◆ **What you will do**
Repeat the lines below exactly as written, please, from the line with "1.2].map((d) => d * 1e-3);" to the line with "size from raw", both lines included, and no others.

─── Extracted information

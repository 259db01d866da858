// Checks that need the fitter and the physics models: model choice between near- and far-field
// models, and recovery of known truths from seeded simulations for the derived quantities.
import { describe, expect, it } from "vitest";
import { farFieldValidity, fitProfile } from "../../src/api/index.js";
import { getModel, paramVector, pixelPositions, simulateProfile, twoSlitSourceModel } from "../../src/physics/index.js";
import {
  coherenceLength, coherenceScanProfile, compareFits, degreeOfCoherence, fitSourceSizeJointly, fringeGeometry, fringeMaxima,
  sourceSize,
} from "../../src/stats/index.js";
import { seeded } from "./fakeFit.js";

const lambda = 632.8e-9;

/**
 * A Poisson profile simulated with the near-field two-slit model on `pixels` pixels of pitch
 * `pitch` (m), and its near-field fit started at the truth with `nudge` applied.
 */
function nearFieldFit(truth: Record<string, number>, pixels: number, pitch: number, seed: number, nudge: Record<string, number>) {
  const near = getModel("two-slit-fresnel");
  const profile = simulateProfile(near, paramVector(near, truth), pixelPositions(pixels, pitch), { noise: "poisson", seed });
  return { profile, nearFit: fitProfile(profile, near, { start: { ...truth, ...nudge } }) };
}

describe("near-field against far-field model", () => {
  const far = getModel("two-slit");
  it("compareFits prefers two-slit-fresnel by a wide AIC margin on a profile at Fresnel number ≈ 3", () => {
    // a²/(λL) = (0.44 mm)²/(632.8 nm · 0.1 m) = 3.06 (physics farFieldCheck convention).
    const truth = { amplitude: 3000, center: 1e-5, separation: 1e-3, width: 0.44e-3, slits: 2, wavelength: lambda, distance: 0.1, background: 20 };
    const { profile, nearFit } = nearFieldFit(truth, 1000, 3e-6, 11, { amplitude: 2900, width: 0.43e-3, separation: 1.01e-3 });
    // Started at the true geometry, the far-field sinc² lobe (half-width λL/a = 0.14 mm) sits on
    // the dark gap between the two slit images, so the fit falls onto amplitude = 0 with the
    // background at the data mean: a flat line, a stationary point on the bound, not the
    // far-field model's best. The automatic start reads the two slit images as one fringe period
    // and ends far lower; the comparison takes the better of the two, as a careful user would.
    const fromTruth = fitProfile(profile, far, {
      start: { amplitude: Math.max(...profile.y) - 20, center: 1e-5, separation: 1e-3, width: 0.44e-3, visibility: 0.9, phase: 0, wavelength: lambda, distance: 0.1, background: 20 },
    });
    const automatic = fitProfile(profile, far, { start: { wavelength: lambda, distance: 0.1 } });
    const farFit = [fromTruth, automatic].filter((f) => f.converged).sort((a, b) => a.statistics.objective - b.statistics.objective)[0]!;
    expect(farFit.parameters.find((p) => p.name === "amplitude")!.value).toBeGreaterThan(100); // a pattern, not a flat line
    expect(nearFit.converged).toBe(true);
    const result = compareFits([farFit, nearFit], { profile });
    expect(result.preferred).toBe("two-slit-fresnel");
    const farRow = result.rows.find((r) => r.modelId === "two-slit")!;
    expect(farRow.deltaAic).toBeGreaterThan(100);
    // The far fit's own slit width (≈ 42 µm) misreads the geometry and looks far-field; the range
    // check is made on the geometry the near-field fit measured, seen as a far-field fit.
    expect(farFieldValidity({ ...nearFit, modelId: "two-slit" }).warning).toMatch(/far-field model used outside its range/);
    expect(result.verdict).toMatch(/two-slit-fresnel is preferred over two-slit: ΔAIC = \d+/);
  });
  it("compareFits does not prefer two-slit-fresnel by a wide margin on a far-field profile", () => {
    // a²/(λL) = 0.016 and d·a/(λL) = 0.079: inside the far-field range (limit 0.1).
    const truth = { amplitude: 400, center: 2e-5, separation: 0.5e-3, width: 0.1e-3, slits: 2, wavelength: lambda, distance: 1, background: 20 };
    const { profile, nearFit } = nearFieldFit(truth, 2048, 5.5e-6, 5, { amplitude: 390, width: 0.098e-3, separation: 0.501e-3 });
    const farPeak = (truth.amplitude * (2 * truth.width) ** 2) / (lambda * truth.distance);
    const farFit = fitProfile(profile, far, {
      start: { amplitude: farPeak * 0.95, center: 2e-5, separation: 0.501e-3, width: 0.098e-3, visibility: 0.95, phase: 0, wavelength: lambda, distance: 1, background: 20 },
    });
    expect(nearFit.converged && farFit.converged).toBe(true);
    const result = compareFits([farFit, nearFit], { profile });
    const nearRow = result.rows.find((r) => r.modelId === "two-slit-fresnel")!;
    const farRow = result.rows.find((r) => r.modelId === "two-slit")!;
    // "Wide margin" = ΔAIC above 10 (Burnham & Anderson 2002: essentially no support beyond 10).
    expect(farRow.aic - nearRow.aic).toBeLessThan(10);
    expect(farFieldValidity(farFit).valid).toBe(true);
    expect(result.verdict).not.toMatch(/consider the near-field model/);
  });
});

describe("recovery of known truths from seeded fits", () => {
  const far = getModel("two-slit");
  // The B1 bench of the benchmark problems, on 2048 pixels to keep the test light.
  const truth = { amplitude: 20000, center: 0.37e-3, separation: 0.5e-3, width: 0.1e-3, visibility: 0.85, phase: 0.3, wavelength: lambda, distance: 1, background: 150 };
  const start = { amplitude: 18000, center: 0.3e-3, separation: 0.497e-3, width: 0.11e-3, visibility: 0.7, phase: 0, wavelength: lambda, distance: 1, background: 100 };
  const x = pixelPositions(2048, 5.5e-6);
  it("fringeGeometry, fringeMaxima and farFieldValidity recover the simulated geometry within their uncertainties", () => {
    const z: Record<string, number[]> = { separation: [], spacing: [], maxima: [], fresnel: [] };
    for (let seed = 1; seed <= 8; seed++) {
      const profile = simulateProfile(far, paramVector(far, truth), x, { noise: "poisson", seed });
      const fit = fitProfile(profile, far, { start });
      expect(fit.converged).toBe(true);
      const q = Object.fromEntries(fringeGeometry(fit, { distance: { value: 1, uncertainty: 1e-3 }, pixelPitchRelative: 1e-3 }).map((v) => [v.name, v]));
      z.separation.push((q.separation.value - truth.separation) / q.separation.uncertainty);
      z.spacing.push((q.fringeSpacing.value - (lambda * 1) / truth.separation) / q.fringeSpacing.uncertainty);
      for (const m of fringeMaxima(fit, x[0], x[x.length - 1])) {
        const s = ((m.order - truth.phase / (2 * Math.PI)) * lambda) / truth.separation;
        z.maxima.push((m.position.value - (truth.center + s / Math.sqrt(1 - s * s))) / m.position.uncertainty);
      }
      const ff = farFieldValidity(fit);
      z.fresnel.push((ff.fresnelNumber.value - truth.width ** 2 / lambda) / ff.fresnelNumber.uncertainty);
    }
    for (const [name, list] of Object.entries(z)) {
      // z = (estimate − truth)/u: each within 4, and mean z² below 3.27, the 99.9 % point of
      // χ²(8)/8 (A&S Table 26.8: χ²_{0.001}(8) = 26.12) for 8 independent seeds.
      expect(Math.max(...list.map(Math.abs)), name).toBeLessThan(4);
      expect(list.reduce((a, v) => a + v * v, 0) / list.length, name).toBeLessThan(3.27);
    }
  });
});

describe("coherence quantities from seeded fits", () => {
  const x = pixelPositions(2048, 5.5e-6);
  const zScores = (list: number[], name: string) => {
    // Same acceptance as above: each |z| < 4 and mean z² below the 99.9 % point of χ²(n)/n
    // (A&S Table 26.8: χ²_{0.001}(6) = 22.46, so 3.74 for six seeds).
    expect(Math.max(...list.map(Math.abs)), name).toBeLessThan(4);
    expect(list.reduce((a, v) => a + v * v, 0) / list.length, name).toBeLessThan(3.74);
  };
  it("degreeOfCoherence recovers |γ12| from the fitted visibility and a measured intensity ratio", () => {
    // Unequal beams r = I1/I2 = 0.5 and |γ12| = 0.9 give V = 2√r/(1 + r) · |γ12| (Born & Wolf §10.4.1).
    const r = 0.5, gamma = 0.9;
    const visibility = ((2 * Math.sqrt(r)) / (1 + r)) * gamma;
    const far = getModel("two-slit");
    const truth = { amplitude: 8000, center: 0.1e-3, separation: 0.5e-3, width: 0.1e-3, visibility, phase: 0.2, wavelength: lambda, distance: 1, background: 100 };
    const z: number[] = [];
    for (let seed = 1; seed <= 6; seed++) {
      const profile = simulateProfile(far, paramVector(far, truth), x, { noise: "poisson", seed });
      const fit = fitProfile(profile, far, { start: { ...truth, visibility: 0.7, amplitude: 7000 } });
      const v = fit.parameters.find((p) => p.name === "visibility")!;
      const g = degreeOfCoherence({ value: v.value, uncertainty: v.uncertainty }, { value: r, uncertainty: 0.005 });
      z.push((g.value - gamma) / g.uncertainty);
    }
    zScores(z, "gamma");
  });
  it("coherenceLength recovers λ²/Δλ from a fitted two-slit-broadband bandwidth", () => {
    const model = getModel("two-slit-broadband");
    const truth = { amplitude: 20000, center: 0, separation: 0.5e-3, width: 0.05e-3, visibility: 0.9, phase: 0, wavelength: 600e-9, bandwidth: 20e-9, distance: 1, background: 50 };
    const z: number[] = [];
    for (let seed = 1; seed <= 6; seed++) {
      const profile = simulateProfile(model, paramVector(model, truth), x, { noise: "poisson", seed });
      const fit = fitProfile(profile, model, { start: { ...truth, bandwidth: 15e-9, visibility: 0.8 }, free: ["bandwidth"] });
      expect(fit.converged).toBe(true);
      const b = fit.parameters.find((p) => p.name === "bandwidth")!;
      const lc = coherenceLength({ value: 600e-9, uncertainty: 0 }, { value: b.value, uncertainty: b.uncertainty });
      z.push((lc.value - (600e-9) ** 2 / 20e-9) / lc.uncertainty);
    }
    zScores(z, "coherence length");
  });
  it("fringeGeometry recovers the wavelength from a known separation when the fit assumed a nominal one", () => {
    const far = getModel("two-slit");
    const truth = { amplitude: 20000, center: 0.37e-3, separation: 0.5e-3, width: 0.1e-3, visibility: 0.85, phase: 0.3, wavelength: lambda, distance: 1, background: 150 };
    const z: number[] = [];
    for (let seed = 1; seed <= 6; seed++) {
      const profile = simulateProfile(far, paramVector(far, truth), x, { noise: "poisson", seed });
      // The fit holds λ at a nominal 600 nm, so its separation absorbs the difference.
      const fit = fitProfile(profile, far, { start: { ...truth, wavelength: 600e-9, separation: 0.47e-3, amplitude: 18000 } });
      const q = fringeGeometry(fit, { separation: { value: 0.5e-3, uncertainty: 0.5e-6 }, distance: { value: 1, uncertainty: 1e-3 }, pixelPitchRelative: 1e-3 });
      const w = q.find((v) => v.name === "wavelength")!;
      z.push((w.value - lambda) / w.uncertainty);
    }
    zScores(z, "wavelength");
  });
});

describe("source size from a coherence scan", () => {
  const separations = [0.1, 0.2, 0.3, 0.4, 0.5, 0.6, 0.7, 0.8, 0.9, 1.0, 1.1, 1.2].map((d) => d * 1e-3);
  const u = 0.01;
  for (const [id, sizeName, size] of [["coherence-disc", "diameter", 0.5e-3], ["coherence-gaussian", "rmsSize", 0.12e-3]] as const) {
    it(`sourceSize(fit of ${id}) covers the simulated ${sizeName} with its 95 % interval in most seeded scans`, () => {
      const model = getModel(id);
      const truth = { visibility: 0.95, [sizeName]: size, sourceDistance: 1, wavelength: 550e-9 };
      const clean = new Float64Array(separations.length);
      model.evaluate(Float64Array.from(separations), paramVector(model, truth), clean);
      let covered = 0;
      const runs = 40;
      for (let seed = 1; seed <= runs; seed++) {
        const rng = seeded(seed);
        const scan = coherenceScanProfile(separations, Array.from(clean, (v) => v + u * rng.normal()), separations.map(() => u));
        const fit = fitProfile(scan, model, { start: { ...truth, [sizeName]: size * 1.2, visibility: 0.9 }, sigmaAbsolute: true });
        expect(fit.converged).toBe(true);
        const result = sourceSize(fit, { sourceDistance: { value: 1, uncertainty: 0 } });
        if (result.interval[0] <= size && size <= result.interval[1]) covered++;
      }
      // Nominal 95 %; with 40 scans, 33 or more covered is expected (binomial, p ≈ 0.99).
      expect(covered).toBeGreaterThanOrEqual(33);
    });
  }
});

describe("source size from raw profiles fitted jointly", () => {
  it("fitSourceSizeJointly(scans, 'disc') recovers the simulated diameter within its interval", () => {
    const diameter = 0.5e-3;
    const sourceDistance = 1;
    const wavelength = 550e-9;
    const model = twoSlitSourceModel("disc");
    const x = pixelPositions(1024, 5.5e-6);
    const separations = [0.2e-3, 0.4e-3, 0.6e-3, 0.8e-3, 1.0e-3];
    let covered = 0;
    const runs = 6;
    for (let seed = 1; seed <= runs; seed++) {
      const scans = separations.map((separation, i) => {
        const truth = { amplitude: 5000, center: 1e-5 * i, separation, width: 0.08e-3, visibility: 0.95, phase: 0.1 * i, wavelength, distance: 1, background: 100, diameter, sourceDistance };
        const profile = simulateProfile(model, paramVector(model, truth), x, { noise: "poisson", seed: 100 * seed + i });
        return { profile, separation, start: { amplitude: 4800, center: 1e-5 * i, phase: 0.1 * i, background: 90, width: 0.08e-3 } };
      });
      const result = fitSourceSizeJointly(scans, "disc", { start: { diameter: 0.6e-3, visibility: 0.9, wavelength, distance: 1, sourceDistance } });
      expect(result.joint.converged).toBe(true);
      expect(result.size.unit).toBe("m");
      if (result.interval[0] <= diameter && diameter <= result.interval[1]) covered++;
      expect(Math.abs(result.size.value - diameter)).toBeLessThan(4 * result.size.uncertainty);
    }
    // Nominal 95 % intervals: at least 5 of 6 should cover (binomial, p ≈ 0.97).
    expect(covered).toBeGreaterThanOrEqual(5);
  });
});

──────

◆ **Answer box**
  const separations = [0.1, 0.2, 0.3, 0.4, 0.5, 0.6, 0.7, 0.8, 0.9, 1.0, 1.1, 1.2].map((d) => d * 1e-3);
  const u = 0.01;
  for (const [id, sizeName, size] of [["coherence-disc", "diameter", 0.5e-3], ["coherence-gaussian", "rmsSize", 0.12e-3]] as const) {
    it(`sourceSize(fit of ${id}) covers the simulated ${sizeName} with its 95 % interval in most seeded scans`, () => {
      const model = getModel(id);
      const truth = { visibility: 0.95, [sizeName]: size, sourceDistance: 1, wavelength: 550e-9 };
      const clean = new Float64Array(separations.length);
      model.evaluate(Float64Array.from(separations), paramVector(model, truth), clean);
      let covered = 0;
      const runs = 40;
      for (let seed = 1; seed <= runs; seed++) {
        const rng = seeded(seed);
        const scan = coherenceScanProfile(separations, Array.from(clean, (v) => v + u * rng.normal()), separations.map(() => u));
        const fit = fitProfile(scan, model, { start: { ...truth, [sizeName]: size * 1.2, visibility: 0.9 }, sigmaAbsolute: true });
        expect(fit.converged).toBe(true);
        const result = sourceSize(fit, { sourceDistance: { value: 1, uncertainty: 0 } });
        if (result.interval[0] <= size && size <= result.interval[1]) covered++;
      }
      // Nominal 95 %; with 40 scans, 33 or more covered is expected (binomial, p ≈ 0.99).
      expect(covered).toBeGreaterThanOrEqual(33);
    });
  }
});

describe("source size from raw profiles fitted jointly", () => {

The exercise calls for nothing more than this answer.